─── Extracted material
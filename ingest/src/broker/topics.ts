/** The topics of the telemetry contract (docs/telemetry.md). */
export const TOPIC_PREFIX = 'gateways/';

export type GatewayTopicKind = 'senml' | 'status' | 'rejects';

export function senmlTopic(gatewayId: string): string {
  return `${TOPIC_PREFIX}${gatewayId}/senml`;
}
export function statusTopic(gatewayId: string): string {
  return `${TOPIC_PREFIX}${gatewayId}/status`;
}
export function rejectsTopic(gatewayId: string): string {
  return `${TOPIC_PREFIX}${gatewayId}/rejects`;
}

/** What a gateway may publish: its own `senml` and `status` topics, nothing else. */
export function publishableKind(gatewayId: string, topic: string): 'senml' | 'status' | null {
  if (topic === senmlTopic(gatewayId)) return 'senml';
  if (topic === statusTopic(gatewayId)) return 'status';
  return null;
}

/**
 * A gateway may subscribe only inside its own `gateways/<id>/` tree; wildcards are fine there
 * because they cannot reach outside it.
 */
export function maySubscribe(gatewayId: string, topicFilter: string): boolean {
  return topicFilter.startsWith(`${TOPIC_PREFIX}${gatewayId}/`);
}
──────
#### [Task brief]
Reproduce each record above exactly, keeping every word as it stands.

#### [Response area]
filename ingest/src/broker/topics.ts
/** The topics of the telemetry contract (docs/telemetry.md). */
export const TOPIC_PREFIX = 'gateways/';

export type GatewayTopicKind = 'senml' | 'status' | 'rejects';

export function senmlTopic(gatewayId: string): string {
  return `${TOPIC_PREFIX}${gatewayId}/senml`;
}
export function statusTopic(gatewayId: string): string {
  return `${TOPIC_PREFIX}${gatewayId}/status`;
}
export function rejectsTopic(gatewayId: string): string {
  return `${TOPIC_PREFIX}${gatewayId}/rejects`;
}

/** What a gateway may publish: its own `senml` and `status` topics, nothing else. */
export function publishableKind(gatewayId: string, topic: string): 'senml' | 'status' | null {
  if (topic === senmlTopic(gatewayId)) return 'senml';
  if (topic === statusTopic(gatewayId)) return 'status';
  return null;
}

/**
 * A gateway may subscribe only inside its own `gateways/<id>/` tree; wildcards are fine there
 * because they cannot reach outside it.
 */
export function maySubscribe(gatewayId: string, topicFilter: string): boolean {
  return topicFilter.startsWith(`${TOPIC_PREFIX}${gatewayId}/`);
}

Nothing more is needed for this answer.